Of 501 enrolled patients, 74 (15%) had BCLC stage B disease at baseline (atezolizumab + bevacizumab, = 49; sorafenib, = 24). For this group, median follow-up was 19.7 months. A trend toward improved OS and PFS per IRF RECIST 1.1 was observed with atezolizumab + bevacizumab versus sorafenib (OS: hazard ratio [HR]: 0.63; 95% confidence interval [CI]: 0.29, 1.34; PFS: HR: 0.64; 95% CI: 0.36, 1.12). ORRs per IRF RECIST 1.1 and HCC mRECIST were 43% and 50% with atezolizumab + bevacizumab and 26% and 30% with sorafenib, respectively.
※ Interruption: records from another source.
describe("worked examples from textbooks (all from memory)", () => {
  test("H. D. Curtis, Orbital Mechanics for Engineering Students, ch. 2: a satellite of perigee 400 km and apogee 4000 km", () => {
    const o = orbitFrom({
      gravitationalParameterKm3S2: 398600,
      equatorialRadiusKm: 6378,
      periapsisHeightKm: 400,
      apoapsisHeightKm: 4000,
    });
    expect(o.eccentricity).toBeCloseTo(0.2098, 4);
    expect(o.angularMomentumKm2S).toBeCloseTo(57172, 0);
    expect(o.periapsisSpeedKmS).toBeCloseTo(8.435, 3);
    expect(o.apoapsisSpeedKmS).toBeCloseTo(5.509, 3);
    expect(o.semiMajorAxisKm).toBeCloseTo(8578, 6);
    expect((o.periodSeconds ?? 0) / 3600).toBeCloseTo(2.196, 3);
  });

  test("D. A. Vallado, Fundamentals of Astrodynamics and Applications, ch. 6: Hohmann transfer from 191.34411 to 35781.34857 km", () => {
    const earth = { gravitationalParameterKm3S2: 398600.4415, equatorialRadiusKm: 6378.137 };
    const transfer = orbitFrom({ ...earth, periapsisHeightKm: 191.34411, apoapsisHeightKm: 35781.34857 });
    const low = orbitFrom({ ...earth, periapsisHeightKm: 191.34411, eccentricity: 0 });
    const high = orbitFrom({ ...earth, periapsisHeightKm: 35781.34857, eccentricity: 0 });
    expect(transfer.semiMajorAxisKm).toBeCloseTo(24364.4833, 4);
    expect((transfer.periodSeconds ?? 0) / 7200).toBeCloseTo(5.256713, 6);
    const first = transfer.periapsisSpeedKmS - low.periapsisSpeedKmS;
    const second = high.periapsisSpeedKmS - (transfer.apoapsisSpeedKmS ?? 0);
    expect(first + second).toBeCloseTo(3.935224, 6);
  });

  test("R. R. Bate, D. D. Mueller and J. E. White, Fundamentals of Astrodynamics, ch. 8: the transfer from Earth to Mars takes 258.9 days", () => {
    const o = orbitFrom({ about: "sun", periapsisKm: "1au", apoapsisKm: "1.524au" });
    expect((o.periodSeconds ?? 0) / 2 / 86400).toBeCloseTo(258.9, 1);
    expect(o.periapsisSpeedKmS).toBeCloseTo(32.73, 2);
  });

  test("J. Meeus, Astronomical Algorithms, ch. 33: a comet of a = 17.9400782 au, e = 0.96727426 does 54.52 and 0.91 km/s at its apsides", () => {
    const o = orbitFrom({ about: "sun", semiMajorAxisKm: "17.9400782au", eccentricity: 0.96727426 });
    expect(o.periapsisSpeedKmS).toBeCloseTo(54.52, 2);
    expect(o.apoapsisSpeedKmS).toBeCloseTo(0.91, 2);
    // the period in years is a^1.5, the Gaussian year being 365.25690 d
    expect((o.periodSeconds ?? 0) / 86400 / 365.2569).toBeCloseTo(17.9400782 ** 1.5, 3);
  });

  test("J. Meeus, the same chapter: a comet on a parabola does 42.1219 km/s at one au", () => {
    const o = orbitFrom({ about: "sun", periapsisKm: "1au", eccentricity: 1 });
    expect(o.periapsisSpeedKmS).toBeCloseTo(42.1219, 4);
  });

  test("the Moon: from its sidereal period follows the semi-major axis of the lunar theory ELP 2000, 384 747.98 km (J. Chapront)", () => {
    const o = orbitFrom({ about: "earth", companion: "moon", periodSeconds: "27.321661d", eccentricity: 0.0549 });
    expect(o.semiMajorAxisKm).toBeCloseTo(384747.98, 0);
    expect(o.meanSpeedKmS).toBeCloseTo(1.023, 2);
  });

  test("the Earth: 29.78 km/s in the mean, 30.29 and 29.29 at the apsides, 147.1 and 152.1 million km (almanac figures)", () => {
    const o = orbitFrom({ about: "sun", semiMajorAxisKm: "1.00000011au", eccentricity: 0.01671022 });
    expect(o.meanSpeedKmS).toBeCloseTo(29.78, 2);
    expect(o.periapsisSpeedKmS).toBeCloseTo(30.29, 2);
    expect(o.apoapsisSpeedKmS).toBeCloseTo(29.29, 2);
    expect(o.periapsisKm / 1e6).toBeCloseTo(147.1, 1);
    expect((o.apoapsisKm ?? 0) / 1e6).toBeCloseTo(152.1, 1);
  });

  test("the geostationary orbit: one sidereal day makes 42 164.17 km, 35 786.0 km of height, 3.0747 km/s", () => {
    const o = orbitFrom({ about: "earth", periodSeconds: "86164.1s", eccentricity: 0 });
    expect(o.semiMajorAxisKm).toBeCloseTo(42164.17, 1);
    expect(o.periapsisHeightKm).toBeCloseTo(35786.0, 1);
    expect(o.circularSpeedKmS).toBeCloseTo(3.0747, 4);
    expect(o.meanSpeedKmS).toBeCloseTo(3.0747, 4);
  });

  test("a planet weighed by its moon: Io's 421 800 km and 1.769138 d make Jupiter's mass to one in a thousand", () => {
    const o = orbitFrom({ semiMajorAxisKm: 421_800, periodSeconds: "1.769138d", eccentricity: 0.0041 });
    expect(o.gravitationalParameterKm3S2 / PHYSICAL_BODIES.jupiter.gmKm3S2).toBeCloseTo(1, 2);
  });
});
Percentage change in SLD of target lesions from baseline per IRF RECIST 1.1 and HCC mRECIST showed durable responses with atezolizumab + bevacizumab treatment. Safety data were consistent with known profiles of atezolizumab and bevacizumab, as seen in the overall study population.
DISCUSSION/CONCLUSION: Efficacy benefits were observed with atezolizumab + bevacizumab in patients with baseline BCLC stage B disease, consistent with the intention-to-treat population.
III期IMbrave150研究确立了阿替利珠单抗+贝伐珠单抗作为不可切除肝细胞癌(HCC)患者的标准治疗方案。本探索性分析报告了基线巴塞罗那临床肝癌(BCLC)分期为B期疾病患者的疗效和安全性结果。
未接受过全身治疗的不可切除HCC且肝功能为Child-Pugh A级的患者按2:1随机分组,分别接受1200mg阿替利珠单抗加15mg/kg贝伐珠单抗或400mg索拉非尼治疗。共同主要终点是根据独立审查机构(IRF)评估的实体瘤疗效评价标准(RECIST)1.1版,BCLC B期亚组的总生存期(OS)和无进展生存期(PFS)。该分析中的患者根据电子病例报告表在基线时为BCLC B期疾病。次要疗效终点包括根据IRF RECIST 1.1和HCC改良RECIST(mRECIST)标准评估的客观缓解率(ORR)以及靶病灶最长径总和(SLD)较基线的变化。
在501例入组患者中,74例(15%)在基线时为BCLC B期疾病(阿替利珠单抗+贝伐珠单抗组,n = 49;索拉非尼组,n = 24)。该组的中位随访时间为19.7个月。与索拉非尼相比,阿替利珠单抗+贝伐珠单抗组根据IRF RECIST 1.1标准观察到OS和PFS有改善趋势(OS:风险比[HR]:0.63;95%置信区间[CI]:0.29,1.34;PFS:HR:0.64;95%CI:0.36,1.12)。根据IRF RECIST 1.1标准和HCC mRECIST标准,阿替利珠单抗+贝伐珠单抗组的ORR分别为43%和50%,索拉非尼组分别为26%和30%。根据IRF RECIST 1.1标准和HCC mRECIST标准,靶病灶SLD较基线的百分比变化显示阿替利珠单抗+贝伐珠单抗治疗有持久反应。安全性数据与整个研究人群中阿替利珠单抗和贝伐珠单抗已知的特征一致。
讨论/结论:在基线BCLC B期疾病患者中观察到阿替利珠单抗+贝伐珠单抗有疗效获益,与意向性治疗人群一致。